WHAT TO WORK ON:
Read the records below and report each line in which "BOTTOM" occurs.

SOURCE DATA Start Marker

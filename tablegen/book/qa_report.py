"""PDF report of a QA comparison: verdict first, then the evidence.

Lays out a finished :class:`tablegen.compare.Comparison` and evaluates
nothing. Page 1: verdict, document control, alignment constants, per-column
statistics, the judging rules, the caution and a sign-off block. Then one
deviation-versus-temperature plot per column (reportlab vector lines, with the
tolerance band), then the full side-by-side listing where every cell out of
tolerance carries the symbol ✗ as well as a tinted background, so it survives
black-and-white printing. Reproducible bytes: reportlab invariant mode,
embedded DejaVu fonts, no clock.
"""

from __future__ import annotations

import io
import math

import numpy as np

from . import fonts

PAGE_W, PAGE_H = 595.2756, 841.8898          # A4 portrait, pt
MARGIN = 36.0
TOP = PAGE_H - MARGIN - 26                   # below the running head
BOTTOM = MARGIN + 24                         # above the running foot
WIDTH = PAGE_W - 2 * MARGIN

INK = (0.10, 0.11, 0.13)
GREY = (0.42, 0.44, 0.47)
RULE = (0.75, 0.77, 0.80)
PASS_INK, PASS_FILL = (0.09, 0.40, 0.23), (0.88, 0.95, 0.90)
FAIL_INK, FAIL_FILL = (0.62, 0.11, 0.09), (0.98, 0.87, 0.85)
BAND = (0.20, 0.36, 0.62)
TRACE = (0.13, 0.15, 0.20)
OUT_MARK = "✗"
EXTRAP_MARK = "†"


# ------------------------------------------------------------- flow layout
class Flow:
    """Blocks stacked down pages; page breaks where a block does not fit."""

    def __init__(self):
        self.pages = [[]]
        self.y = TOP

    def need(self, h: float):
        if self.y - h < BOTTOM and self.pages[-1]:
            self.new_page()

    def new_page(self):
        self.pages.append([])
        self.y = TOP

    def add(self, h: float, draw):
        """draw(canvas, y_top) fills the band [y_top - h, y_top]."""
        self.need(h)
        self.pages[-1].append((self.y, draw))
        self.y -= h


#: Drawing state last set on each canvas being drawn (fill colour, font), so that big
#: listings skip operators that change nothing; keyed by the canvas's id, never stored
#: on the library's object. render_pdf removes its entry when the document is done.
_STATE: dict = {}


def _fill(c, *rgb):
    """Set the fill colour, skipping the operator when it is already set (big listings)."""
    rgb = tuple(rgb[0]) if len(rgb) == 1 else tuple(rgb)
    st = _STATE.setdefault(id(c), {})
    if st.get("fill") != rgb:
        c.setFillColorRGB(*rgb)
        st["fill"] = rgb


def _forget(c):
    """After showPage or restoreState the canvas state is reset: forget the cache."""
    _STATE[id(c)] = {}


def _text(c, x, y, s, font=fonts.SANS, size=8.5, color=INK, align="left"):
    _fill(c, *color)
    st = _STATE.setdefault(id(c), {})
    if st.get("font") != (font, size):
        c.setFont(font, size)
        st["font"] = (font, size)
    if align == "right":
        c.drawRightString(x, y, s)
    elif align == "center":
        c.drawCentredString(x, y, s)
    else:
        c.drawString(x, y, s)


def _wrap(s: str, font: str, size: float, width: float) -> list[str]:
    from reportlab.pdfbase.pdfmetrics import stringWidth
    out, line = [], ""
    for word in s.split(" "):
        trial = word if not line else line + " " + word
        if stringWidth(trial, font, size) <= width or not line:
            line = trial
        else:
            out.append(line)
            line = word
    if line:
        out.append(line)
    return out


def _fit(s: str, font: str, size: float, width: float) -> str:
    from reportlab.pdfbase.pdfmetrics import stringWidth
    if stringWidth(s, font, size) <= width:
        return s
    while s and stringWidth(s + "…", font, size) > width:
        s = s[:-1]
    return s + "…"


def _num(x, digits=3) -> str:
    if x is None or not math.isfinite(x):
        return "—"
    if x == 0:
        return "0"
    return f"{x:.{digits}g}"


# ---------------------------------------------------------------- sections
def _heading(flow, title: str):
    def draw(c, y):
        _text(c, MARGIN, y - 13, title, fonts.SANS_BOLD, 10.5)
        c.setStrokeColorRGB(*RULE)
        c.setLineWidth(0.5)
        c.line(MARGIN, y - 17, MARGIN + WIDTH, y - 17)
    flow.add(24, draw)


def _paragraph(flow, s: str, size=8.0, font=fonts.SANS, color=INK, gap=4.0):
    lines = _wrap(s, font, size, WIDTH)
    lead = size * 1.3
    for ln in lines:
        flow.add(lead, lambda c, y, ln=ln: _text(c, MARGIN, y - size, ln, font, size, color))
    flow.add(gap, lambda c, y: None)


def _table(flow, head, rows, widths, aligns, size=7.6, font=fonts.SANS, row_fills=None):
    """Simple ruled table; repeats its head after a page break."""
    lead = size * 1.55
    def draw_head(c, y):
        _fill(c, 0.93, 0.94, 0.95)
        c.rect(MARGIN, y - lead, sum(widths), lead, stroke=0, fill=1)
        x = MARGIN
        for h, w, a in zip(head, widths, aligns):
            _cell(c, x, y, w, lead, h, fonts.SANS_BOLD, size, INK, a)
            x += w
    flow.need(lead * 2)
    flow.add(lead, draw_head)
    for k, r in enumerate(rows):
        if flow.y - lead < BOTTOM:
            flow.new_page()
            flow.add(lead, draw_head)
        fill = row_fills[k] if row_fills else None
        def draw(c, y, r=r, fill=fill):
            if fill:
                _fill(c, *fill)
                c.rect(MARGIN, y - lead, sum(widths), lead, stroke=0, fill=1)
            x = MARGIN
            for v, w, a in zip(r, widths, aligns):
                _cell(c, x, y, w, lead, v, font, size, INK, a)
                x += w
            c.setStrokeColorRGB(*RULE)
            c.setLineWidth(0.3)
            c.line(MARGIN, y - lead, MARGIN + sum(widths), y - lead)
        flow.add(lead, draw)
    flow.add(6, lambda c, y: None)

SOURCE DATA End Marker

ANSWER TO THE EXERCISE:
BOTTOM = MARGIN + 24                         # above the running foot
        if self.y - h < BOTTOM and self.pages[-1]:
        if flow.y - lead < BOTTOM:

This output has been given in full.